A Brazilian scientist who pushed back against chemical fertilizers and researched biologically based approaches to more robust food production has been honored with this year’s World Food Prize, the organization announced on Tuesday.
Microbiologist Mariangela Hungria’s research helped her country become an agricultural powerhouse, an accomplishment that has won her US$500,000 from the Iowa-based World Food Prize Foundation.
Hungria has been researching biological seed and soil treatments for 40 years and has worked with Brazilian farmers to implement her findings.
Photo: AP
“I still cannot believe it. Everybody said, my whole life: ‘It’s improbable, you are going the wrong way, just go to things like chemicals’ and so on. And then, I received the most important prize in the world of agriculture,” Hungria said in an interview. “Sometimes I still think I’ll wake up and see that it’s not true.”

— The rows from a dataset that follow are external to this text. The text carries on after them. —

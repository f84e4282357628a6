/**
 * The public facade (src/index.ts): a surface from bytes, distances by each
 * method with their own figures, shortest paths, points from their text
 * form (snapping loaded only for `p:` points) and result files, checked on
 * shapes with closed forms.
 */
import { describe, expect, it } from 'vitest';
import {
  boundarySources, encodeRoute, encodeVertexColumns, measureDistances, openSurface, pointLocator, prepareDistances, shortestPath,
  type Surface,
} from '../../src/index.js';
import { flatGrid, icosphere, objText } from '../fixtures/shapes.js';

const bytes = (text: string) => new TextEncoder().encode(text);
/** A 4 × 3 rectangle, 8 × 6 cells, jittered inside: flat, convex. */
const rect = (): Surface => openSurface(bytes(objText(flatGrid(8, 6, 4, 3, 0.15, 5))), 'rect.obj');
const dist = (s: Surface, a: number, b: number) => Math.hypot(...[0, 1, 2].map((d) => s.positions[3 * a + d]! - s.positions[3 * b + d]!));

describe('facade', () => {
  it('opens OBJ bytes; exact distances on a flat convex domain are Euclidean (closed form), and the result carries its figures', () => {
    const s = rect();
    expect(s.topology.nv).toBe(9 * 7);
    const r = measureDistances(s, { points: [{ kind: 'vertex', vertex: 0 }], curves: [] }, { method: 'exact' });
    const scale = 5; // the diagonal: tolerances scaled to the mesh
    for (let v = 0; v < s.topology.nv; v++) expect(Math.abs(r.field.distance[v]! - dist(s, 0, v))).toBeLessThan(1e-9 * scale);
    expect(r.method).toBe('exact');
    expect(r.complete).toBe(true);
    expect(r.solveMs).toBeGreaterThanOrEqual(0);
    expect(typeof r.details.windows).toBe('number');
    // the far corner through `at`: |(4, 3)| = 5 (closed form)
    expect(Math.abs(r.at({ kind: 'vertex', vertex: s.topology.nv - 1 }) - 5)).toBeLessThan(1e-9 * scale);
  });

  it('a prepared heat solver answers two source sets, each result with its own figures (no state read back)', () => {
    const s = openSurface(bytes(objText(icosphere(2, 1))), 'ball.obj');
    const solver = prepareDistances(s, 'heat');
    const a = solver.solve({ points: [{ kind: 'vertex', vertex: 0 }], curves: [] });
    const b = solver.solve({ points: [{ kind: 'vertex', vertex: 5 }], curves: [] });
    expect(a.details.flatFaces).toBe(0);
    expect(b.details.flatFaces).toBe(0);
    expect(a.field.distance[0]).toBe(0);
    expect(b.field.distance[5]).toBe(0);
    // the first result is not changed by the second solve
    expect(a.field.distance[5]).toBeGreaterThan(0);
    // the antipode of a vertex of the unit icosphere is a vertex at great-circle distance π (closed form); the heat
    // method approximates it (Crane, Weischedel & Wardetzky 2013): 10% is a loose bound on this coarse sphere (from memory)
    const far = a.field.distance.reduce((m, x) => Math.max(m, x), 0);
    expect(Math.abs(far - Math.PI) / Math.PI).toBeLessThan(0.1);
  });

  it('the shortest path on a flat domain is the straight segment (closed form), with its polyline and files', () => {
    const s = rect();
    const last = s.topology.nv - 1;
    const route = shortestPath(s, [{ kind: 'vertex', vertex: 0 }, { kind: 'vertex', vertex: last }]);
    expect(Math.abs(route.length - dist(s, 0, last))).toBeLessThan(1e-9 * 5);
    expect(Array.from(route.polyline.slice(0, 3))).toEqual(Array.from(s.positions.slice(0, 3)));
    const obj = new TextDecoder().decode(encodeRoute(route, 'obj') as Uint8Array);
    expect(obj).toMatch(/^l /m); // an OBJ polyline element (Wavefront OBJ: `l v1 v2 …`)
    const csv = encodeRoute(route, 'csv') as string;
    expect(csv.split('\n')[0]).toBe('x,y,z,length,face');
  });

  it('writes per-vertex columns mapped to the file vertices (csv rows = file vertices)', () => {
    const s = rect();
    const values = new Float64Array(s.topology.nv).map((_, v) => v / 2);
    const csv = encodeVertexColumns(s, [{ name: 'half', unit: 'mesh units', values }], 'csv') as string;
    const rows = csv.trim().split('\n');
    expect(rows[0]).toBe('vertex,x,y,z,half');
    expect(rows).toHaveLength(s.topology.nv + 1);
    expect(Number(rows[3]!.split(',')[4])).toBe(1); // vertex 2: 2 / 2
  });

  it('boundary sources: one loop on a rectangle, none on a closed sphere (common practice: a disc has one boundary, a sphere none)', () => {
    expect(boundarySources(rect())).toHaveLength(1);
    expect(boundarySources(openSurface(bytes(objText(icosphere(1))), 'ball.obj'))).toHaveLength(0);
  });

  it('point locator: snapping is made only when a p: spec is to be resolved', async () => {
    const s = rect();
    const plain = await pointLocator(s, ['v:0', 'e:3:0.5']);
    expect(plain.resolve('v:3')).toEqual({ kind: 'vertex', vertex: 3 });
    expect(() => plain.resolve('p:1,1,0')).toThrow(/needs snapping/);
    const snapping = await pointLocator(s, ['v:0', 'p:1,1,0']);
    const p = snapping.resolve('p:1,1,0.5', '--to'); // 0.5 above the plane z = 0: lands 0.5 away (closed form)
    expect(['vertex', 'edge', 'face']).toContain(p.kind);
    expect(Math.abs(snapping.landings[0]!.distance - 0.5)).toBeLessThan(1e-9);
    expect(() => snapping.resolve('v:999', '--to')).toThrow(/--to/);
  });
});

Norman Borlaug, who received the Nobel Peace Prize in 1970 for his work to dramatically increase crop yields and reduce the threat of starvation in many countries, founded the World Food Prize. Since the first prize was handed out in 1987, 55 people have been honored.
Hungria said she grew up wanting to alleviate hunger. Early in her career, she decided to focus on a process called biological nitrogen fixation, in which soil bacteria could be used to promote plant growth.
At that time, farmers in Brazil and around the world were reluctant to reduce their use of nitrogen fertilizers, which dramatically increase crop production, but pollute waterways.
Hungria studied how bacteria can interact with plant roots to naturally produce nitrogen. She demonstrated her work on test plots and began working directly with farmers to convince them that they would not have to sacrifice high crop yields if they switched to a biological process.
The work is credited for increasing yields of several crops, including wheat, corn and beans, but it has been especially affective on soybeans. Brazil has since become the world’s largest soybean producer, surpassing the US and Argentina.
Although Hungria’s research could be applied on farms in other countries, soybean production in the US is different than it is in Brazil; American farmers typically rotate crops on their land between growing corn and soybeans. Enough nitrate fertilizer applied to corn still remains in the soil when soybeans are planted that little or no fertilizer needs to be applied, Hungria said.
Brazilian agricultural companies have faced fierce criticism for clearing forested land to create farmland, largely to grow soybeans.
Much of that criticism is justified, Hungria said, but she added that her biological approach builds up the soil and makes further encroachment into forested areas less necessary.
“If you manage the crop well, the crop will enrich the soil with nitrogen. Soil health improves if you do the right things,” she said.